*** Opening of Data provided ***
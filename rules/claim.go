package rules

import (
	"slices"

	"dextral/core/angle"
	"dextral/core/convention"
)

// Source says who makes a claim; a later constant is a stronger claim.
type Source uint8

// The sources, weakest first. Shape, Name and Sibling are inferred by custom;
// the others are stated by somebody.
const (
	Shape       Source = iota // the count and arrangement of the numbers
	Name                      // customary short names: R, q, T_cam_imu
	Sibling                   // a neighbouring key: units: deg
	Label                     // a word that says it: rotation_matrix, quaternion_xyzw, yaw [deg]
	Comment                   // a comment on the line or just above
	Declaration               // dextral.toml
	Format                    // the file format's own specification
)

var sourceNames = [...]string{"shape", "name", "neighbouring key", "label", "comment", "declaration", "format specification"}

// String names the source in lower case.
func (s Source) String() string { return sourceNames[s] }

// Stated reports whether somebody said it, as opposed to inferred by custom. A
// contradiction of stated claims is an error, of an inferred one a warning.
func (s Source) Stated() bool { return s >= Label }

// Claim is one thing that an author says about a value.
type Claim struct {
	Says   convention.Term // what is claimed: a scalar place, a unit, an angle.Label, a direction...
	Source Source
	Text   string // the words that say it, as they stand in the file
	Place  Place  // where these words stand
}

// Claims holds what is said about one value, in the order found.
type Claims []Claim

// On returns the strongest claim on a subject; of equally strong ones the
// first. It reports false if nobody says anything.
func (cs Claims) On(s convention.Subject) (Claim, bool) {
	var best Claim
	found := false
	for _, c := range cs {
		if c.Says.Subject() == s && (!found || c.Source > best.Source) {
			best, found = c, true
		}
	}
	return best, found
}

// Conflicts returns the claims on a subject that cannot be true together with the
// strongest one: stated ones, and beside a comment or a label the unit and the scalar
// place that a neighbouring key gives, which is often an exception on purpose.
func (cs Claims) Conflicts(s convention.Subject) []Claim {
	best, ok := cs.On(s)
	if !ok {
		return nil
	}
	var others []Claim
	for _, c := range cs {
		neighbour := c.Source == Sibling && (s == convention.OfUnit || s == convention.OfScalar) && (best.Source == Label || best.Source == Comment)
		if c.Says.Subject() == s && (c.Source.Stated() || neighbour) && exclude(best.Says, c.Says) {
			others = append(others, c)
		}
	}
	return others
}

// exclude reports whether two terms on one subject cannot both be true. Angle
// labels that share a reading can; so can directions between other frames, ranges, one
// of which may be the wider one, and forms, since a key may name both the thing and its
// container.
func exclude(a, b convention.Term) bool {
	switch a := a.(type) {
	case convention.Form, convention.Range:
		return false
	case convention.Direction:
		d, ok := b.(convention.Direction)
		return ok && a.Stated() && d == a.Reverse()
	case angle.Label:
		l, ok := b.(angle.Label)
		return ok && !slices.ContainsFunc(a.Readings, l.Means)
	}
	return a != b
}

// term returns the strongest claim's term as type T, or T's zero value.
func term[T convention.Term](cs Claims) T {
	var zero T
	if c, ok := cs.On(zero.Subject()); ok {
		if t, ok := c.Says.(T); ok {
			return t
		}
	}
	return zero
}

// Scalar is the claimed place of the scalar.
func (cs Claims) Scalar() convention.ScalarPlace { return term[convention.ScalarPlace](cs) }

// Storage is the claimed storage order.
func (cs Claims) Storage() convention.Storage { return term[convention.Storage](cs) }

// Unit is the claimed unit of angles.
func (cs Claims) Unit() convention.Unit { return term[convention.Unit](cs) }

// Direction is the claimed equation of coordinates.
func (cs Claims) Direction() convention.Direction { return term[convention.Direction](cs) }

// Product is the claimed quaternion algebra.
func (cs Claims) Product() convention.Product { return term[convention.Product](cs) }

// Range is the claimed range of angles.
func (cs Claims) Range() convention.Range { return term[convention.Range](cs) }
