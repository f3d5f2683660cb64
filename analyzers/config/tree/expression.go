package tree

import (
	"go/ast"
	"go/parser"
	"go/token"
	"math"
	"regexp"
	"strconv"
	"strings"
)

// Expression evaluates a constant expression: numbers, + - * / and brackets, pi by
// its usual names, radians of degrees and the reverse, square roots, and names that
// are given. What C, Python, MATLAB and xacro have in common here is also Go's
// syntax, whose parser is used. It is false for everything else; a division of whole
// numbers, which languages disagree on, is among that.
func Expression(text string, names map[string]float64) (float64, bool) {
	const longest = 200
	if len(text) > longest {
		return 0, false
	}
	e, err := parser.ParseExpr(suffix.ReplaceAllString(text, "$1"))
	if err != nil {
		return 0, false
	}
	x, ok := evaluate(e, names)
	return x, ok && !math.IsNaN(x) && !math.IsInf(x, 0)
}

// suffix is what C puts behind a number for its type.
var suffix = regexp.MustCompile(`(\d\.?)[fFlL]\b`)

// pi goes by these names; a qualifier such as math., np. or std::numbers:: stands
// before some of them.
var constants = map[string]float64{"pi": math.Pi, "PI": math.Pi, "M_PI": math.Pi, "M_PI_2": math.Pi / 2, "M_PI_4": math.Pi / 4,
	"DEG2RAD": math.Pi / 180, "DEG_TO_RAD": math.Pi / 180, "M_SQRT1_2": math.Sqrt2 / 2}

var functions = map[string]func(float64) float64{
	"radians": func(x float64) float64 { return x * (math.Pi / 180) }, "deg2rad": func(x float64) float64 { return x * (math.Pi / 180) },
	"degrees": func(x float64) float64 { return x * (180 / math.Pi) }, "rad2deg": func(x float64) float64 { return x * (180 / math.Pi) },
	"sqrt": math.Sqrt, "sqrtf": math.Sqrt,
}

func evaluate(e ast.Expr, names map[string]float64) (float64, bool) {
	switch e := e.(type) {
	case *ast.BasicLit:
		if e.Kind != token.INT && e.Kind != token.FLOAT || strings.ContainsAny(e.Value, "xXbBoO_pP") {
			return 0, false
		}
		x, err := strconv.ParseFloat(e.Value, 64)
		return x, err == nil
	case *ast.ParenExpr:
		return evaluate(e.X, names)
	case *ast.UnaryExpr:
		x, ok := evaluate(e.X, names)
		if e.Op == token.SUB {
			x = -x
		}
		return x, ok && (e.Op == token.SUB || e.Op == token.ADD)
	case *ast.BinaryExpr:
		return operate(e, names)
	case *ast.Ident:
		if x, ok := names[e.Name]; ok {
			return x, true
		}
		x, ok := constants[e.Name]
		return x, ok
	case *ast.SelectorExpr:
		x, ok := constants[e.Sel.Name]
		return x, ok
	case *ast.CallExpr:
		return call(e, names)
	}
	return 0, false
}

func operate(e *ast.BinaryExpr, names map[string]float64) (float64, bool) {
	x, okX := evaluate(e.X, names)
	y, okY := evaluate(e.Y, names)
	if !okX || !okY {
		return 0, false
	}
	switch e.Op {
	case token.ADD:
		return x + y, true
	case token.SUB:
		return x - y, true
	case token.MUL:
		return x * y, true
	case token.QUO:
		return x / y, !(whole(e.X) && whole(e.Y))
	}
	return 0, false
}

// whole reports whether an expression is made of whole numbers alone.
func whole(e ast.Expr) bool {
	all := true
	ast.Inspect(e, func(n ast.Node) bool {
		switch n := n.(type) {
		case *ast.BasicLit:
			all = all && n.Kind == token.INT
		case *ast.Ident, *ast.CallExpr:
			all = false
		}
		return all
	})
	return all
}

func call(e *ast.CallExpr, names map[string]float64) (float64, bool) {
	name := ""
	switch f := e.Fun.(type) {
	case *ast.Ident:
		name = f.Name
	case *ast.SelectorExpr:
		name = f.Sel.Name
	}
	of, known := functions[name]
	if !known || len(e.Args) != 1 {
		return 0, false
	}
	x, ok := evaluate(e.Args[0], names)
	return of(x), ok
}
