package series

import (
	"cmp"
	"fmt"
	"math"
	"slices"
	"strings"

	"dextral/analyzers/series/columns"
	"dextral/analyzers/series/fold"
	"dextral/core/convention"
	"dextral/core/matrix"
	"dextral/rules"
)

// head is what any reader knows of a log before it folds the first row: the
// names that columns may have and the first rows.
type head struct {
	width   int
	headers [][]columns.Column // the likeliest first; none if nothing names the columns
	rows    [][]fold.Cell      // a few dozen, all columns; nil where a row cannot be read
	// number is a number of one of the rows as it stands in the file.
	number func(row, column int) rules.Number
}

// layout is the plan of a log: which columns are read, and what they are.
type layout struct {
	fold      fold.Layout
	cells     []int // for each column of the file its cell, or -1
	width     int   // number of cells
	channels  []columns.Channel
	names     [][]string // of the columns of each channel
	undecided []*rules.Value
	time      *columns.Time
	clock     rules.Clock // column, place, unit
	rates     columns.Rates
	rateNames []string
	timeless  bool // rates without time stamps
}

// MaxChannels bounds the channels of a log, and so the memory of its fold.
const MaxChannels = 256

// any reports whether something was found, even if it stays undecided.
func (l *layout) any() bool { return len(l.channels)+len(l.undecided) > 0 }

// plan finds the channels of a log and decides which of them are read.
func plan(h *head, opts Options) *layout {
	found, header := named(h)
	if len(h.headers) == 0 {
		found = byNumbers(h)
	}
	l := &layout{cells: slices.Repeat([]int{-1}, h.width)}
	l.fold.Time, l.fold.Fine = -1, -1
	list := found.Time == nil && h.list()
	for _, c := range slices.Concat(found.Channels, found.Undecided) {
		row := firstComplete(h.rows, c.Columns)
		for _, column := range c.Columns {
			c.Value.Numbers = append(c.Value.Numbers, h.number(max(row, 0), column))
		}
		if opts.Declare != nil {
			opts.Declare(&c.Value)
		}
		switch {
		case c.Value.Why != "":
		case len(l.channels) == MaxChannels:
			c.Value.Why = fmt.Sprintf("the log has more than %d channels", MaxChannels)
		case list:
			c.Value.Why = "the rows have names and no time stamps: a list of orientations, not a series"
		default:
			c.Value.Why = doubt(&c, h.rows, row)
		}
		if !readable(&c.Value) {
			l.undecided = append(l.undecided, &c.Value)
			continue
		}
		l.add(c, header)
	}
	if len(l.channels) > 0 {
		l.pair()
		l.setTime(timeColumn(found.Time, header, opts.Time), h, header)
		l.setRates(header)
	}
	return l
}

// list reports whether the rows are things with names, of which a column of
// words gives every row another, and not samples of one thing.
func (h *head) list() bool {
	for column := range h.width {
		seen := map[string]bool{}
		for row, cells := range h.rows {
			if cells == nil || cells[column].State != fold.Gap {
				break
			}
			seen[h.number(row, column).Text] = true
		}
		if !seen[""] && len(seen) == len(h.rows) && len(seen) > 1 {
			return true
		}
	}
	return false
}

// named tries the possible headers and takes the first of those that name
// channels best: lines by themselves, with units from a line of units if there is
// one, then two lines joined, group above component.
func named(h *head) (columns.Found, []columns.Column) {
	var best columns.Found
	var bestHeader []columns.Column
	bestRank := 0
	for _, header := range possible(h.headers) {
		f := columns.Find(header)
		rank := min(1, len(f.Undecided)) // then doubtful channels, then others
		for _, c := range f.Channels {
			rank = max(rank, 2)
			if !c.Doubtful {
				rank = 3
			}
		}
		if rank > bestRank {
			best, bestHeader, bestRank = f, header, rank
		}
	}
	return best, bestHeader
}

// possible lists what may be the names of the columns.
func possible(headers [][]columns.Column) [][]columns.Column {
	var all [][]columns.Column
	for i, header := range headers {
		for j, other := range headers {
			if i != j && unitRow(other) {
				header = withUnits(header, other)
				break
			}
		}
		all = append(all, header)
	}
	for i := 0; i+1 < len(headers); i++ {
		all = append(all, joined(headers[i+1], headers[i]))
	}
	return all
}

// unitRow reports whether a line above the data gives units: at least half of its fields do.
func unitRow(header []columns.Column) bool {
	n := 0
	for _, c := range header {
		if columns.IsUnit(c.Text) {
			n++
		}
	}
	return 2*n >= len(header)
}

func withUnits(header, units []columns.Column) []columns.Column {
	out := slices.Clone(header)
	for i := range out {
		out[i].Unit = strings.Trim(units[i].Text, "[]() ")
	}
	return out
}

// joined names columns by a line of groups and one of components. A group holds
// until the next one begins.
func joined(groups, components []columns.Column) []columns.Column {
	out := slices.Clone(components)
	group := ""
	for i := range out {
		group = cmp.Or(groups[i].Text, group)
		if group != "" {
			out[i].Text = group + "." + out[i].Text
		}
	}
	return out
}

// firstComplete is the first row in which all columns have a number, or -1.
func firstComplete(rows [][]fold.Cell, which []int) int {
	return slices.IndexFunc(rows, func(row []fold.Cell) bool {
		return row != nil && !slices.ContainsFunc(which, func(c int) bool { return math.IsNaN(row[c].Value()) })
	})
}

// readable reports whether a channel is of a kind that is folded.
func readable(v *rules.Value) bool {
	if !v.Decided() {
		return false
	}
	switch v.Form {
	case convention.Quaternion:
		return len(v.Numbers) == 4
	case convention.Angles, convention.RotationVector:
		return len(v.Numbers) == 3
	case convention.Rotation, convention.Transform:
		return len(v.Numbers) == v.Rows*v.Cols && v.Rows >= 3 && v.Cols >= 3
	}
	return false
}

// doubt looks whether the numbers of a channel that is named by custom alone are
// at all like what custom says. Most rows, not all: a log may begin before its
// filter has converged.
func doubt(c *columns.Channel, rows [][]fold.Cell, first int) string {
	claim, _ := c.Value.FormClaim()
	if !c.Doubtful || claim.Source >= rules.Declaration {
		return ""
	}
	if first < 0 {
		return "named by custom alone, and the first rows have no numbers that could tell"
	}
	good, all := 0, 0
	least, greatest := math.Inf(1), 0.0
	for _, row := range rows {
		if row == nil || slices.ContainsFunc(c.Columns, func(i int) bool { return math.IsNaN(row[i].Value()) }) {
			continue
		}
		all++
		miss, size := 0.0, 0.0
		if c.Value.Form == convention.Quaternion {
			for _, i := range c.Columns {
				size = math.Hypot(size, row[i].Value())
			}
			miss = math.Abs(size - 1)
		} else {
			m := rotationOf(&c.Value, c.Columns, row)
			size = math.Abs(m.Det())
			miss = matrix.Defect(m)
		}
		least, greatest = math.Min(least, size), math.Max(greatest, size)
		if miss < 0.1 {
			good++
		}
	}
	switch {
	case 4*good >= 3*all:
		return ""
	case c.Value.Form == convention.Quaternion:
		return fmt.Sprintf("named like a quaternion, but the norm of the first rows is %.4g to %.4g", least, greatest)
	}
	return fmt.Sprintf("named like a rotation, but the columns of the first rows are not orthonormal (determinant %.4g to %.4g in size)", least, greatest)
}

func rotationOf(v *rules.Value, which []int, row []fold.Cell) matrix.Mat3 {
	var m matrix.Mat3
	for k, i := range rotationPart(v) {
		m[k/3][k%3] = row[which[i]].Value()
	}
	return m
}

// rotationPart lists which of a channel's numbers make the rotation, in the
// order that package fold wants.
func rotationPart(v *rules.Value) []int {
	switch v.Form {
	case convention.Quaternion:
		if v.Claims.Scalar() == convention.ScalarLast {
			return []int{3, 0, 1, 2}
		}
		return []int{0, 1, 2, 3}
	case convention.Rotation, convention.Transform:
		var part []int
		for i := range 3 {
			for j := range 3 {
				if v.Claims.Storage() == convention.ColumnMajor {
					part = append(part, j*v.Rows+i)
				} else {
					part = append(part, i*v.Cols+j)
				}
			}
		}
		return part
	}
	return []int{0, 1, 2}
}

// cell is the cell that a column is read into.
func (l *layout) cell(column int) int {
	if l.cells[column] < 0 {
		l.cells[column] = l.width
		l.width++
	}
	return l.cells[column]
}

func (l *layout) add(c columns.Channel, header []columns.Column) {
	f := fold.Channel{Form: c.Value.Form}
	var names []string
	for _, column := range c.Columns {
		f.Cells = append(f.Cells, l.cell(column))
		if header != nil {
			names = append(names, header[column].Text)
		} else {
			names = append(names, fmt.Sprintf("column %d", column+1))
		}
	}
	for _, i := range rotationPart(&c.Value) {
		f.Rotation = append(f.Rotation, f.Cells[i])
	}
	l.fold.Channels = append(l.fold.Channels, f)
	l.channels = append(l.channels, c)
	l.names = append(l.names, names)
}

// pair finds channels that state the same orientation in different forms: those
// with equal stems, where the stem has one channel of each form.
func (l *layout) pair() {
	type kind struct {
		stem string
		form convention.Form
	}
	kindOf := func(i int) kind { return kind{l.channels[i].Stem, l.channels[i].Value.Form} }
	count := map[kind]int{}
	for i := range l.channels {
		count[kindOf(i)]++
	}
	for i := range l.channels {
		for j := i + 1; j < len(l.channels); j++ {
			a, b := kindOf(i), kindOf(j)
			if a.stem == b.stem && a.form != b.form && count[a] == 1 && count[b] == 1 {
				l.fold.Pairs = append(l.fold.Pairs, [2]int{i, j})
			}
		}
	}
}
*** Close of Data provided ***
From the first line of the material above down to the line with "nobody says anything.", output each line exactly; include both of those lines and add no others.

Exercise response –
filename rules/claim.go
package rules

import (
	"slices"

	"dextral/core/angle"
	"dextral/core/convention"
)

// Source says who makes a claim; a later constant is a stronger claim.
type Source uint8

// The sources, weakest first. Shape, Name and Sibling are inferred by custom;
// the others are stated by somebody.
const (
	Shape       Source = iota // the count and arrangement of the numbers
	Name                      // customary short names: R, q, T_cam_imu
	Sibling                   // a neighbouring key: units: deg
	Label                     // a word that says it: rotation_matrix, quaternion_xyzw, yaw [deg]
	Comment                   // a comment on the line or just above
	Declaration               // dextral.toml
	Format                    // the file format's own specification
)

var sourceNames = [...]string{"shape", "name", "neighbouring key", "label", "comment", "declaration", "format specification"}

// String names the source in lower case.
func (s Source) String() string { return sourceNames[s] }

// Stated reports whether somebody said it, as opposed to inferred by custom. A
// contradiction of stated claims is an error, of an inferred one a warning.
func (s Source) Stated() bool { return s >= Label }

// Claim is one thing that an author says about a value.
type Claim struct {
	Says   convention.Term // what is claimed: a scalar place, a unit, an angle.Label, a direction...
	Source Source
	Text   string // the words that say it, as they stand in the file
	Place  Place  // where these words stand
}

// Claims holds what is said about one value, in the order found.
type Claims []Claim

// On returns the strongest claim on a subject; of equally strong ones the
// first. It reports false if nobody says anything.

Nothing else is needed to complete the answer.